Interesting articles

OPEC to weigh further cuts – WSJ, http://online.wsj.com/article/SB122782329512462271.html



You write the Friday note! – reader thoughts (OSX $139, E&P $420, XOI $980, XNG $420) 



Key disclaimer – we didn’t write, we didn’t censor them.  We put them in here just like they were sent to us.  Any stock discussion below (long, short or otherwise) is not endorsed or dismissed by TPH – in other words, it could be right, it could be wrong – caveat emptor!  Some interesting stuff to chew on, that’s for sure. 

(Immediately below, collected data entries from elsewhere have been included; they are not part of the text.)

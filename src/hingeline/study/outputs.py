"""The files of a study: study.csv, map.png, the line plots and study.html.

study.csv has one row per variant, then one per skipped position, with the columns
x, y (the moving opening's centroid, m; empty without [move_opening]), scale (only when the
study lists sizes), one column per swept key (its value, in the unit of the value it
replaces), load_factor (upper bound), lower_bound (empty when skipped or none was proven),
gap ((load_factor - lower_bound) / load_factor), seconds (wall time of the solve, also for a
variant read back from an earlier run), status ("solved", "skipped: <reason>" or
"failed: <message>") and variant (the folder under variants/, empty when skipped). Floats
are written at full precision.

study.html is one self-contained page (drawings embedded, no script) from the Jinja2 template
templates/study.html.j2: the study, the lowest and highest load factors and where, the count
of positions reaching the target, the skip reasons, the drawings and the standing cautions.

Everything is rendered in memory first and each file written under a temporary name and
then renamed; line plots of an earlier run that this one does not draw are removed.

Units: m, load factors dimensionless, seconds.
May import: csv, jinja2, `hingeline.result` (cautions), `hingeline.outputs`, the study modules.
"""
from __future__ import annotations

import base64
import collections
import csv
import io
from pathlib import Path

import jinja2

from ..outputs.result_json import hingeline_version
from ..result import CAUTIONS
from .plots import line_plots, map_png
from .run import SOLVED, Row, SolveOptions
from .store import write_atomic

CSV_NAME = "study.csv"
MAP_NAME = "map.png"
HTML_NAME = "study.html"
TEMPLATE = "study.html.j2"


def csv_text(study, rows: list[Row]) -> str:
    """The text of study.csv (see the module docstring)."""
    scaled = study.move is not None and bool(study.move.scale)
    head = ["x", "y", *(["scale"] if scaled else []), *(s.key for s in study.sweeps),
            "load_factor", "lower_bound", "gap", "seconds", "status", "variant"]
    buf = io.StringIO()
    w = csv.writer(buf, lineterminator="\n")
    w.writerow(head)

    def cell(v):
        return "" if v is None else repr(float(v))

    for r in rows:
        values = list(r.values) if r.values else [None] * len(study.sweeps)
        w.writerow([cell(r.x), cell(r.y), *([cell(r.scale)] if scaled else []), *map(cell, values),
                    cell(r.load_factor), cell(r.lower_bound), cell(r.gap), cell(r.seconds), r.status,
                    r.fingerprint])
    return buf.getvalue()


def _describe(study, r: Row) -> str:
    parts = [] if r.x is None else [f"opening centroid at ({r.x:g}, {r.y:g}) m"]
    parts += [] if r.scale is None else [f"size x{r.scale:g}"]
    parts += [f"{s.key} = {v:g}" for s, v in zip(study.sweeps, r.values)]
    return ", ".join(parts) or "the base model"


def _uri(png: bytes) -> str:
    return "data:image/png;base64," + base64.b64encode(png).decode("ascii")


def page_data(study, rows: list[Row], options: SolveOptions, images: dict[str, bytes]) -> dict:
    """The values study.html shows, formatted as text."""
    solved = [r for r in rows if r.status == SOLVED]
    skipped = [r for r in rows if r.status.startswith("skipped")]
    failed = [r for r in rows if r.status.startswith("failed")]
    low = min(solved, key=lambda r: r.load_factor, default=None)
    high = max(solved, key=lambda r: r.load_factor, default=None)
    reasons = collections.Counter(r.status.removeprefix("skipped: ") for r in skipped)
    lows = [r.lower_bound for r in solved if r.lower_bound is not None]
    return {
        "title": study.title or study.model.title or study.model_path.name,
        "version": hingeline_version(),
        "study": study.path.name, "model": study.model_path.name,
        "target": f"{study.target:g}",
        "solve": (("mesh of the model" if options.nodes is None and options.mesh_size is None else "one uniform mesh")
                  + ("" if options.nodes is None else f" of about {options.nodes} nodes")
                  + ("" if options.mesh_size is None else f", mesh size {options.mesh_size:g} m")
                  + ("" if options.gap is None else f", target gap {options.gap:g}")
                  + ("" if options.time_limit is None else f", time limit {options.time_limit:g} s")
                  + ("" if options.lower_bound else ", no lower bound")),
        "moving": None if study.move is None else {
            "what": (f"opening {study.move.opening} of the model" if study.move.opening else "a new opening"),
            "step": f"{study.move.step:g}", "scales": ", ".join(f"{s:g}" for s in study.move.scale)},
        "sweeps": [{"key": s.key, "values": ", ".join(f"{v:g}" for v in s.values)} for s in study.sweeps],
        "counts": {"variants": len(solved) + len(failed), "solved": len(solved), "failed": len(failed),
                   "skipped": len(skipped),
                   "reaching": sum(r.load_factor >= study.target for r in solved)},
        "low": None if low is None else {"value": f"{low.load_factor:.4f}", "where": _describe(study, low)},
        "high": None if high is None else {"value": f"{high.load_factor:.4f}", "where": _describe(study, high)},
        "lowest_lower": f"{min(lows):.4f}" if lows else None,
        "reasons": sorted(reasons.items(), key=lambda kv: -kv[1]),
        "failures": [{"where": _describe(study, r), "status": r.status} for r in failed],
        "images": [{"name": name, "uri": _uri(data)} for name, data in images.items()],
        "csv": CSV_NAME,
        "cautions": list(CAUTIONS),
    }


def html_text(data: dict) -> str:
    """study.html from the template and page_data()."""
    env = jinja2.Environment(loader=jinja2.PackageLoader("hingeline.study", "templates"), autoescape=True,
                             trim_blocks=True, lstrip_blocks=True, keep_trailing_newline=True,
                             undefined=jinja2.StrictUndefined)
    return env.get_template(TEMPLATE).render(**data)


def write_study_outputs(study, plan, rows: list[Row], options: SolveOptions, outdir) -> list[Path]:
    """Write study.csv, map.png (with a moving opening), the line plots and study.html to
    `outdir`; return their paths."""
    images: dict[str, bytes] = {}
    if study.move is not None:
        images[MAP_NAME] = map_png(study, plan, rows)
    images.update(line_plots(study, rows))
    blobs = {CSV_NAME: csv_text(study, rows).encode("utf-8"), **images,
             HTML_NAME: html_text(page_data(study, rows, options, images)).encode("utf-8")}
    out = Path(outdir)
    out.mkdir(parents=True, exist_ok=True)
    for old in [*out.glob("sweep-*.png"), out / "scale.png", out / MAP_NAME]:
        if old.name not in blobs and old.is_file():
            old.unlink()
    paths = []
    for name, data in blobs.items():
        write_atomic(out / name, data)
        paths.append(out / name)
    return paths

·          Most important issue in this market – Whether the equity markets will work before the debt markets are repaired and the marginal cost of capital is reduced. Today, the average high yield corporate bond is trading around 18%.  Accordingly, with a historical equity risk premium of 5% (which seems conservative in this market), your pretax cost of equity for a new capital project is 23% with a 50/50 WACC of 20.5%.How many companies will generate a ROACE of 20% at these commodity prices?  Not many, moreover, utilizing a 20% discount rate into your DCF implies that many E&P equities are overvalued even at these levels.  Market neutral hedge fund investor



·          The Freight Train is Coming – Consumer spending = 71% of GDP; the U.S. consumer is over-levered and shopped-out having spent well above its means for the last few years;  U.S. personal savings rate is at all time low (-1.0% '08YTD vs 7.3% Post-WWII); if savings rate reverts to historical mean, GDP declines directly by over $1.3 trillion (9%) and indirectly by more (>10%) including a further collapse in residential and corporate capex spending;  What does this mean for energy??  Expect significantly lower U.S. GDP = lower demand for oil and natural gas = commodity price recovery (particularly natural gas given current glut) will take a long time (see 11/25 TPH note for early indicators).  Better batten down the hatches.  Private equity investor



·          Scariest thought during Thanksgiving food coma – Is E&P where the banking sector was six months ago - recognizing the fundamentals have deteriorated but not yet seeing the cliff we're headed for?  Will it take a large independent or two going Chapter 11 to bring capex budgets down enough?  And where is that federal bailout package for oil and gas producers?  E&P company exec



·          Misunderstood – Velocity of money down 39% year over year…..fiscal stimulus package now over $7 trillion committed…..what happens if/when all this committed capital comes back to the marketplace and the velocity of money picks up???  Answer…not deflation.  Energy specific long-only mutual fund portfolio manager.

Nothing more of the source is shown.